L’initiative revient au Mauritius Research Council dans le cadre de la Journée internationale des femmes et des filles de science, proclamée le 11 février de chaque année et ce, depuis 2015. L’égalité des genres étant une priorité mondiale, cette journée a pour but de promouvoir les femmes et les filles. Les conclusions d’un travail de fourmi ont été présentées à l’audience. A savoir que STEM est un acronyme qui signifie Science, Technology, Engineering and Mathematics.
Selon les statistiques des dix dernières années, il ressort que les filles font mieux que les garçons au niveau du primaire et au secondaire.
«Arrivées aux études tertiaires, elles sont toujours dans la course, mais il y a un changement drastique après le diplôme ou le degré. Les filles ne continuent pas leurs études et il y a lieu de s’interroger à ce sujet. Nous remarquons aussi que malgré des performances les plus prometteuses, les femmes souffrent plus que les hommes du chômage et décrochent moins de postes de responsabilité. De plus, il y a une disparité flagrante en termes de salaires. »

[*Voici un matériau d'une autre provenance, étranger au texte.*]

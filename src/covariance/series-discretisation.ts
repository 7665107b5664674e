/**
 * Φ and unit-PSD Q_d of each noise channel by power series, for steps on a
 * speed ramp, where F changes every step and Van Loan's block exponential
 * (one 2n x 2n exponential per channel per step) costs too much to run while
 * the user types.
 *
 * For white noise of unit PSD driving state c (G = e_c), the integral
 * Q_d = ∫₀ʰ e^{Fs} e_c e_cᵀ e^{Fᵀs} ds expands, with w_j = (F h)^j e_c / j!, into
 *   Q_d = h Σ_{j,l} w_j w_lᵀ / (j + l + 1) = h W H Wᵀ,
 * H the Hilbert matrix (term-by-term integration of the two exponential
 * series; the same integral Van Loan's method evaluates, C. F. Van Loan,
 * IEEE Trans. Automatic Control 23(3), 1978). The step is first halved s
 * times until ‖F h‖₁ ≤ 1/2; each series stops when every entry has
 * converged to 1e-17 relative (at most 18 terms, which would leave below
 * 0.5^19/19! ≈ 1e-23); then Φ(2h) = Φ(h)², Q_d(2h) = Φ(h) Q_d(h) Φ(h)ᵀ + Q_d(h).
 * Agrees with Van Loan to about 1e-13 relative (tested).
 */

import { multiply, oneNorm } from './dense-matrix';

/** Terms kept in both series. */
const TERMS = 18;

/** A Q Aᵀ + Q, the doubling step of Q_d. */
function doubleQd(phi: Float64Array, q: Float64Array, n: number): Float64Array {
  const aq = multiply(phi, q, n);
  const out = new Float64Array(n * n);
  for (let i = 0; i < n; i++) {
    for (let j = 0; j < n; j++) {
      let s = 0;
      for (let k = 0; k < n; k++) s += aq[i * n + k] * phi[j * n + k];
      out[i * n + j] = s + q[i * n + j];
    }
  }
  return out;
}

/** True when every entry of `term` is negligible (1e-17 relative) against the same entry of `sum`. */
function converged(term: Float64Array, sum: Float64Array): boolean {
  for (let e = 0; e < term.length; e++) {
    if (term[e] !== 0 && !(Math.abs(term[e]) <= 1e-17 * Math.abs(sum[e]))) return false;
  }
  return true;
}

/**
 * e^{F h} by Taylor series (‖F h‖₁ ≤ 1/2), stopped when every entry has
 * converged: the planar model's F is mostly nilpotent, so a handful of terms
 * usually suffice; at most TERMS.
 */
function taylorExp(fh: Float64Array, n: number): Float64Array {
  const out = new Float64Array(n * n);
  let term: Float64Array = new Float64Array(n * n);
  for (let i = 0; i < n; i++) term[i * n + i] = 1;
  for (let k = 1; k <= TERMS + 1; k++) {
    for (let e = 0; e < n * n; e++) out[e] += term[e];
    term = multiply(fh, term, n);
    for (let e = 0; e < n * n; e++) term[e] /= k;
    if (converged(term, out)) break;
  }
  return out;
}

/** w_j = (F h)^j e_c / j! for j = 0.. until every component has converged (at most TERMS). */
function seriesVectors(fh: Float64Array, n: number, c: number): Float64Array[] {
  const w: Float64Array[] = [new Float64Array(n)];
  w[0][c] = 1;
  const sum = w[0].slice();
  for (let j = 1; j <= TERMS; j++) {
    const prev = w[j - 1];
    const next = new Float64Array(n);
    for (let i = 0; i < n; i++) {
      let s = 0;
      for (let k = 0; k < n; k++) s += fh[i * n + k] * prev[k];
      next[i] = s / j;
    }
    if (converged(next, sum)) break;
    w.push(next);
    for (let i = 0; i < n; i++) sum[i] += Math.abs(next[i]);
  }
  return w;
}

/** h W H Wᵀ for channel state c, with w_j = (F h)^j e_c / j! and H_{jl} = 1/(j + l + 1). */
function seriesQd(fh: Float64Array, n: number, c: number, h: number): Float64Array {
  const w = seriesVectors(fh, n, c);
  const q = new Float64Array(n * n);
  const v = new Float64Array(n);
  for (let j = 0; j < w.length; j++) {
    v.fill(0);
    for (let l = 0; l < w.length; l++) {
      const weight = h / (j + l + 1);
      for (let i = 0; i < n; i++) v[i] += weight * w[l][i];
    }
    const wj = w[j];
    for (let a = 0; a < n; a++) {
      if (wj[a] === 0) continue;
      for (let b = 0; b < n; b++) q[a * n + b] += wj[a] * v[b];
    }
  }
  for (let a = 0; a < n; a++) for (let b = 0; b < a; b++) q[a * n + b] = q[b * n + a] = 0.5 * (q[a * n + b] + q[b * n + a]);
  return q;
}

/**
 * Φ = e^{F dt} and, for each channel state in `channelStates`, Q_d of white
 * noise of unit PSD driving that state over dt.
 * @param f continuous dynamics, row-major n x n, 1/s.
 */
export function discretiseBySeries(f: Float64Array, n: number, dtS: number, channelStates: number[]): { phi: Float64Array; unitQd: Float64Array[] } {
  const norm = oneNorm(f, n) * dtS;
  const halvings = norm > 0.5 ? Math.ceil(Math.log2(norm / 0.5)) : 0;
  const h = dtS / 2 ** halvings;
  const fh = f.map((x) => x * h);
  let phi = taylorExp(fh, n);
  let unitQd = channelStates.map((c) => seriesQd(fh, n, c, h));
  for (let s = 0; s < halvings; s++) {
    const p = phi;
    unitQd = unitQd.map((q) => doubleQd(p, q, n));
    phi = multiply(phi, phi, n);
  }
  return { phi, unitQd };
}
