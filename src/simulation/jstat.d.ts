/** The part of jstat 1.9.6 (which ships no types) that the simulation uses. */
declare module 'jstat' {
  export const jStat: {
    chisquare: {
      /** Quantile of the chi-square distribution with `dof` degrees of freedom at probability p. */
      inv(p: number, dof: number): number;
    };
  };
  const jstat: { jStat: typeof jStat };
  export default jstat;
}
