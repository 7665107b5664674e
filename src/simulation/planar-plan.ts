import { InputError } from '../errors';
import type { ErrorModel, MeasurementStream } from '../covariance/error-model';
import { inOutage } from '../covariance/measurement-schedule';
import { TIME_SLACK_S, type NominalTrajectory } from '../mission/nominal-trajectory';
import type { ResolvedMission } from '../mission/resolve-mission';

/** A calibration state as a truth process (docs/planar-model.md §3). */
export interface CalibrationProcess {
  state: number;
  /** 1/T, 1/s (0 for a random constant or walk). */
  decayPerS: number;
  /** Two-sided PSD of the driving noise, SI² per s. */
  psdSI: number;
  initialSigmaSI: number;
}

/** A dead-reckoning sensor's output noise and quantum, per sample. */
export interface OutputNoise {
  rateHz: number;
  /** White noise sigma of one sample, SI (rad/s or m/s). */
  whiteSigmaSI: number;
  /** LSB the output is rounded to, SI (0: not quantised). */
  quantumSI: number;
}

/**
 * Everything a planar run needs from the budget's {@link ErrorModel}, worked
 * out once per study: F split as F0 + v Fv + ω Fω, the continuous Q diagonal,
 * the truth processes, the sensors' per-sample noise and when each aiding
 * sensor measures.
 */
export interface PlanarPlan {
  model: ErrorModel;
  mission: ResolvedMission;
  trajectory: NominalTrajectory;
  n: number;
  f0: Float64Array;
  fSpeed: Float64Array;
  fTurn: Float64Array;
  /** Continuous PSD on each state's diagonal (noise that is on while parked, too). */
  qcAlways: Float64Array;
  /** Continuous PSD on each state's diagonal that is off while the wheel reads zero. */
  qcMoving: Float64Array;
  initialVariance: Float64Array;
  /**
   * Sign of each state's error in the filter: +1 for estimate - truth, -1 for
   * calibration states that drive dead reckoning, whose error is truth -
   * estimate so that the budget's F (heading' = +bias) holds as written.
   */
  sign: Float64Array;
  calibration: CalibrationProcess[];
  gyro: OutputNoise;
  speed?: OutputNoise;
  /** Angle quantum of the heading output, rad (0: none). */
  headingQuantumRad: number;
  /** Per-sample variance added to the speed output while moving, (m/s)² (the budget's speed formula). */
  speedOutputVarianceSI: number;
  /** R of each measurement key, SI². */
  rByKey: Map<string, number>;
  /** Streams measuring at each step boundary (one entry per measurement instant). */
  events: MeasurementStream[][];
}

/**
 * Works out the plan of a planar study.
 * @throws InputError when the model couples calibration states to each other
 *   or to cross-track position, which the planar truth model does not draw.
 */
export function planPlanarRuns(model: ErrorModel, mission: ResolvedMission, trajectory: NominalTrajectory): PlanarPlan {
  const n = model.states.length;
  const f0 = model.dynamics(0, 0);
  const fSpeed = model.dynamics(1, 0).map((x, e) => x - f0[e]);
  const fTurn = model.dynamics(0, 1).map((x, e) => x - f0[e]);
  const { qcAlways, qcMoving } = continuousNoise(model);
  const initialVariance = new Float64Array(n);
  for (const src of model.sources) for (const p of src.initialVariance) initialVariance[p.state] += p.varianceSI;
  const sign = new Float64Array(n).fill(1);
  const calibration = calibrationProcesses(model, f0, fSpeed, fTurn, qcAlways, initialVariance, sign);
  return {
    model, mission, trajectory, n, f0, fSpeed, fTurn, qcAlways, qcMoving, initialVariance, sign, calibration,
    gyro: outputNoise(model, model.core.heading, model.deadReckoningRateHz.gyro),
    speed: model.hasSpeedInput ? outputNoise(model, model.core.along, model.deadReckoningRateHz.speed) : undefined,
    headingQuantumRad: Math.sqrt(12 * model.sources.reduce((a, s) => a + s.headingOutputVarianceSI, 0)),
    speedOutputVarianceSI: model.sources.reduce((a, s) => a + s.speedOutputVarianceSI, 0),
    rByKey: noiseByKey(model),
    events: measurementEvents(model, trajectory),
  };
}

function continuousNoise(model: ErrorModel): { qcAlways: Float64Array; qcMoving: Float64Array } {
  const n = model.states.length;
  const qcAlways = new Float64Array(n), qcMoving = new Float64Array(n);
  for (const src of model.sources) {
    for (const p of src.noise) (p.onlyWhileMoving ? qcMoving : qcAlways)[model.channels[p.channel].stateIndex] += p.psdSI;
  }
  return { qcAlways, qcMoving };
}

function calibrationProcesses(
  model: ErrorModel, f0: Float64Array, fSpeed: Float64Array, fTurn: Float64Array,
  qc: Float64Array, p0: Float64Array, sign: Float64Array,
): CalibrationProcess[] {
  const n = model.states.length;
  const { along, cross, heading } = model.core;
  const core = new Set([along, cross, heading]);
  const out: CalibrationProcess[] = [];
  for (let s = 0; s < n; s++) {
    if (core.has(s)) continue;
    const any = (i: number, j: number) => f0[i * n + j] !== 0 || fSpeed[i * n + j] !== 0 || fTurn[i * n + j] !== 0;
    for (let i = 0; i < n; i++) {
      if (i !== s && !core.has(i) && any(i, s)) throw new InputError('sensors', `the simulation cannot draw "${model.states[i].name}" driven by "${model.states[s].name}"`);
    }
    if (any(cross, s)) throw new InputError('sensors', `the simulation cannot draw a cross-track error driven by "${model.states[s].name}"`);
    if (fSpeed[s * n + s] !== 0 || fTurn[s * n + s] !== 0) throw new InputError('sensors', `"${model.states[s].name}" has speed-dependent dynamics`);
    if (any(heading, s) || any(along, s)) sign[s] = -1;
    out.push({ state: s, decayPerS: -f0[s * n + s], psdSI: qc[s], initialSigmaSI: Math.sqrt(p0[s]) });
  }
  return out;
}

/**
 * White noise per sample (PSD × rate, docs/planar-model.md §3) and LSB of the
 * sensor whose noise drives `state`. Several LSB rows combine as one of the
 * root-sum-square size (the budget adds their variances).
 */
function outputNoise(model: ErrorModel, state: number, rateHz: number): OutputNoise {
  let whiteVariance = 0, quantumSI = 0;
  for (const src of model.sources) {
    for (const p of src.noise) {
      if (model.channels[p.channel].stateIndex !== state) continue;
      if (src.quantumSI !== undefined) quantumSI = Math.hypot(quantumSI, src.quantumSI);
      else whiteVariance += p.psdSI * rateHz;
    }
  }
  return { rateHz, whiteSigmaSI: Math.sqrt(whiteVariance), quantumSI };
}

function noiseByKey(model: ErrorModel): Map<string, number> {
  const map = new Map<string, number>();
  for (const src of model.sources) for (const p of src.measurementNoise) map.set(p.measurement, (map.get(p.measurement) ?? 0) + p.varianceSI);
  return map;
}

/** Each aiding measurement instant j/f, processed at the first step boundary at or after it (docs/planar-model.md §5). */
function measurementEvents(model: ErrorModel, traj: NominalTrajectory): MeasurementStream[][] {
  const last = traj.tS.length - 1;
  const events: MeasurementStream[][] = Array.from({ length: last + 1 }, () => []);
  for (const stream of model.streams) {
    for (let j = 0; ; j++) {
      const tS = j / stream.rateHz;
      if (tS > traj.tS[last] + TIME_SLACK_S) break;
      if (inOutage(stream.outages, tS)) continue;
      events[Math.min(last, Math.max(0, Math.ceil(tS / traj.stepS - 1e-9)))].push(stream);
    }
  }
  return events;
}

«La science a besoin de l’homme comme de la femme»
« Ce n’est pas une question de féminisme. Ce n’est pas qu’il faut seulement défendre les droits de la femme. C’est juste que chaque personne doit avoir l’opportunité de contribuer à ces filières pour la diversité et pour s’améliorer tout simplement », avance le Dr Madhou. Cette dernière insiste que la femme a sa place dans le domaine de la science et de la technologie. « Il y a beaucoup de possibilités d’emploi dans ce domaine. Les femmes doivent aussi faire des efforts pour intégrer ces domaines. »
Et de faire ressortir que certaines femmes ont tout le potentiel, cependant elles ne croient pas assez en elles.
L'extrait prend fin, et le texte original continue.